Ottawa Police Association highlights officer’s service to force and military

Neilson was hired by the Ottawa Police Service in 2012. Before that, she spent 12 years in the navy, Ottawa Police Association labour representative Pat Laflamme told the hearing.

She achieved the rank of master seaman and was deployed on three operational tours — one in Afghanistan, two in the Persian Gulf, he said. 

“During her time with the navy, she specialized in small arms weapons, demolition and drill.”

Laflamme highlighted her three medals and that she is a volunteer with a charity organization who has received internal and external commendations for her conduct as an officer.

She is a central division patrol officer “who is respected by members of her platoon, as well as her leadership team,” Laflamme said.
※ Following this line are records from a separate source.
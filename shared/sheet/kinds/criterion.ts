import { z } from 'zod'
import { common, expressionText, shortText, source } from './shared'

/** Demand against limit. */
export const criterion = z.object({
  ...common,
  kind: z.literal('criterion'),
  title: shortText.default(''),
  demand: expressionText.default(''),
  relation: z.enum(['<=', '<', '>=', '>', 'within']).default('<='),
  limit: expressionText.default(''),
  /** Upper bound of *within*; `limit` is the lower one. */
  upper: expressionText.optional(),
  /** The demand's sign has a meaning: a negative one may pass an upper limit. */
  signed: z.boolean().optional(),
  source,
})
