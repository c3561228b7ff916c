/** The end of an expression: what must be closed by then, and the unit after a trailing `to`. */
import type { LooseProblem } from '../../../errors/problem'
import { mendable, syntax } from '../../problems'
import { readUnit } from '../../units/unit'
import { skipSpaces } from '../characters'
import type { UnitPhrase } from '../expression'
import { leaveFrame } from './brackets'
import { missingOperand } from './operands'
import type { Reading } from './reading'

/** Checks that nothing is open or missing where the text, or what stands before `to`, ends. */
export const endExpression = (reading: Reading): void => {
  const { text, end, field } = reading
  if (reading.expectsOperand) {
    if (reading.before === 'none') reading.fail(syntax('The expression is empty.', { field }))
    missingOperand(reading, Math.max(end - 1, 0), '')
  }
  const missing = reading.frames.length - 1
  if (missing > 0) {
    const closing = ')'.repeat(missing)
    reading.fail(
      mendable(
        missing === 1 ? 'A closing bracket is missing.' : `${missing} closing brackets are missing.`,
        text,
        reading.span(reading.frame().open, end),
        `Write ${closing} at the end`,
        text.slice(0, end) + closing,
      ),
    )
  }
  leaveFrame(reading, reading.frame())
}

/** `to` at `at` ends the expression, so it stands in no bracket and after a value. */
export const checkDisplayUnitPlace = (reading: Reading, at: number): void => {
  if (reading.expectsOperand) missingOperand(reading, at, 'to')
  if (reading.frames.length === 1) return
  const { text, end } = reading
  const closing = ')'.repeat(reading.frames.length - 1)
  reading.fail(
    mendable(
      'A closing bracket is missing before to. to stands at the end and fixes the display unit.',
      text,
      reading.span(reading.frame().open, at),
      `Write ${closing} before to`,
      `${text.slice(0, end)}${closing} ${text.slice(at)}`,
    ),
  )
}

/** @param at the place after `to` */
export const displayUnit = (reading: Reading, at: number): UnitPhrase => {
  const { text, field } = reading
  const start = skipSpaces(text, at)
  if (start >= text.length) reading.fail(syntax('A unit is missing after to.', reading.span(at - 2, at)))
  const { phrase, problem } = readUnit(text.slice(at).trim(), field)
  if (phrase === undefined) reading.fail(shifted(problem, text, start))
  return phrase
}

/** A problem of the unit at `start` of `text`, as a problem of the whole text: its repairs keep what stands before. */
const shifted = ({ span, repairs, ...problem }: LooseProblem, text: string, start: number): LooseProblem => ({
  ...problem,
  ...(span && {
    span: {
      field: span.field,
      from: (span.from ?? 0) + start,
      to: (span.to ?? text.length - start) + start,
    },
  }),
  ...(repairs && {
    repairs: repairs.map(({ label, fields }) => ({
      label,
      fields: Object.fromEntries(
        Object.entries(fields).map(([field, unit]) => [field, text.slice(0, start) + unit]),
      ),
    })),
  }),
})
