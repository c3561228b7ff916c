/** A unit or a bare word where a function takes one: `numerical_value(x, MPa)`, `preferred(x, R40)`. */
import type { LooseProblem } from '../../../errors/problem'
import { syntax } from '../../problems'
import { readUnit } from '../../units/unit'
import { isSpace, skipSpaces } from '../characters'
import { quotedUnitAt } from './quotedUnit'
import type { Reading } from './reading'

/** End of the text up to the next comma or bracket, trailing spaces apart. */
const argumentEnd = (text: string, from: number): number => {
  let to = from
  while (to < text.length && text[to] !== ',' && text[to] !== ')') to++
  while (to > from && isSpace(text.charCodeAt(to - 1))) to--
  return to
}

const unitWanted = (
  problem: LooseProblem | undefined,
  name: string | undefined,
  typed: string,
): LooseProblem =>
  problem !== undefined && typed !== ''
    ? { code: problem.code, message: problem.message }
    : { code: problem?.code ?? 'syntax', message: `${name} takes a unit here, such as MPa.` }

const readUnitArgument = (reading: Reading, name: string | undefined, from: number, to: number): void => {
  const quoted = quotedUnitAt(reading, from)
  if (quoted) {
    if (quoted.problem) reading.problems.push(quoted.problem)
    reading.value({ type: 'unit', unit: quoted.unit, range: { from, to: quoted.to } }, 'symbol')
    return
  }
  const typed = reading.text.slice(from, to)
  const { phrase, problem } = readUnit(typed, reading.field)
  if (typed === '' || phrase === undefined) {
    reading.fail({
      ...unitWanted(problem, name, typed),
      span: reading.span(from, Math.max(to, from + 1)),
    })
  }
  reading.value({ type: 'unit', unit: phrase, range: { from, to } }, 'symbol')
}

/** Reads the argument that begins here, where it is no value; else the expression goes on as usual. */
export const readBareArgument = (reading: Reading): void => {
  const { call } = reading.frame()
  const kind = call?.kinds[call.argument]
  if (kind === undefined || kind === 'value') return
  const { text } = reading
  const from = skipSpaces(text, reading.at)
  const to = argumentEnd(text, from)
  if (kind === 'unit') return readUnitArgument(reading, call?.name, from, to)
  const typed = text.slice(from, to)
  if (!/^[A-Za-z0-9][A-Za-z0-9_+./-]*$/.test(typed)) {
    reading.fail(
      syntax(
        `${call?.name} takes a bare word here, such as ${kind === 'fit' ? 'k6' : 'R40'}.`,
        reading.span(from, Math.max(to, from + 1)),
      ),
    )
  }
  reading.value({ type: 'word', text: typed, range: { from, to } }, 'symbol')
}
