import { z } from 'zod'
import { common, rowName, shortText, source } from './shared'

/** A data table, read by `interpolate` and `entry`. */
export const table = z.object({
  ...common,
  kind: z.literal('table'),
  columns: z
    .array(z.object({ name: rowName, unit: shortText.default('') }))
    .max(200)
    .default([]),
  rows: z
    .array(z.object({ name: rowName, cells: z.record(shortText, shortText) }))
    .max(100_000)
    .default([]),
  source,
})
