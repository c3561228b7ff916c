import { z } from 'zod'
import { common, expressionText, shortText, source } from './shared'

/** Symbol = expression. */
export const formula = z.object({
  ...common,
  kind: z.literal('formula'),
  expression: expressionText.default(''),
  /** Display unit; the text form writes it as a trailing `to`. */
  unit: shortText.default(''),
  digits: z.number().int().min(1).max(15).optional(),
  /** Stands in the summary of results. */
  reported: z.boolean().optional(),
  source,
})
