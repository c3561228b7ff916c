/** A name: a quantity of the sheet, a function with its bracket, or a unit in quotation marks. */
import { syntax } from '../../problems'
import { isDigit, isNamePart, isNameStart, isPrime, skipSpaces } from '../characters'
import { signatureOf, type CallSignature } from '../specialForms'
import { canonicalName } from '../symbolName'
import { isUnavailable } from '../unavailable'
import { readBareArgument } from './bareArguments'
import { openFrame } from './brackets'
import { multiplyImplicitly } from './operands'
import { quotedUnitAt } from './quotedUnit'
import type { Reading } from './reading'

/** A reference is name{.name}, four names at most: `C.heavy.S1.phi_end`. */
const MOST_NAMES = 4

/** End of the name that begins at the place of reading, with its members. */
export const nameEnd = (reading: Reading): number => {
  const { text, at } = reading
  let to = at
  for (let names = 1; ; names++) {
    while (isNamePart(text.charCodeAt(to)) || isPrime(text.charCodeAt(to))) to++
    const next = text.charCodeAt(to + 1)
    if (text[to] !== '.' || !(isNameStart(next) || isDigit(next))) return to
    if (names === MOST_NAMES) {
      reading.fail(
        syntax(
          `${text.slice(at, to)}… has too many points. A reference has at most three.`,
          reading.span(at, to + 1),
        ),
      )
    }
    to++
  }
}

/** `unit("N m")` without a number before it is one of that unit. */
const readQuotedUnit = (reading: Reading, bracket: number): void => {
  const { at } = reading
  const quoted = quotedUnitAt(reading, at)
  if (!quoted) {
    reading.fail(
      syntax('unit takes a unit between quotation marks: unit("N m").', reading.span(at, bracket + 1)),
    )
  }
  multiplyImplicitly(reading, at)
  if (quoted.problem) reading.problems.push(quoted.problem)
  const range = { from: at, to: quoted.to }
  reading.value({ type: 'quantity', value: 1, text: '1', unit: quoted.unit, range }, 'quantity')
}

const readCall = (
  reading: Reading,
  name: string,
  { parameters, variadic }: CallSignature,
  to: number,
  bracket: number,
): void => {
  multiplyImplicitly(reading, reading.at)
  reading.functionName(name, reading.at, to)
  reading.at = bracket
  const kinds = parameters.map((parameter) => parameter.kind)
  openFrame(reading, { name, kinds: variadic === true ? [...kinds, kinds.at(-1)] : kinds, argument: 0 })
  readBareArgument(reading)
}

/** @param to end of the name */
export const readName = (reading: Reading, to: number): void => {
  const { text, at } = reading
  const name = canonicalName(text.slice(at, to))
  const bracket = skipSpaces(text, to)
  const isCalled = text[bracket] === '('
  if (name === 'unit' && isCalled) return readQuotedUnit(reading, bracket)
  const signature = isCalled ? signatureOf(name, reading.vocabulary) : undefined
  if (signature) return readCall(reading, name, signature, to, bracket)
  if (isCalled && isUnavailable(name)) {
    reading.fail(syntax(`${name} is not available in an expression.`, reading.span(at, to)))
  }
  multiplyImplicitly(reading, at)
  if (reading.isFunction(name)) {
    reading.fail(
      syntax(
        `${name} is a function: its arguments stand in brackets after it, ${name}(…).`,
        reading.span(at, to),
      ),
    )
  }
  reading.value({ type: 'symbol', name, range: { from: at, to } }, 'symbol')
}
Officer to forfeit 40 hours’ pay 

In a joint submission on penalty, both the defence and prosecution are asking for the officer to forfeit 40 hours of pay and to participate in a restorative justice component. That component, if carried out as intended, would see members of the Ottawa community meet with the officer and explain how her actions by donating to the occupation affected them and the services they provide.

“It’s a novel situation but it’s one that calls for serious condemnation of the conduct,” Stewart said.

The prosecutor highlighted relevant cases of officers facing discipline for making “bad judgment calls while off duty” but called the facts of this case “unprecedented.”

Neilson has no previous record of police misconduct. She told the hearing she had “nothing at this time,” to say.

A written decision will be released in the case on an undetermined date.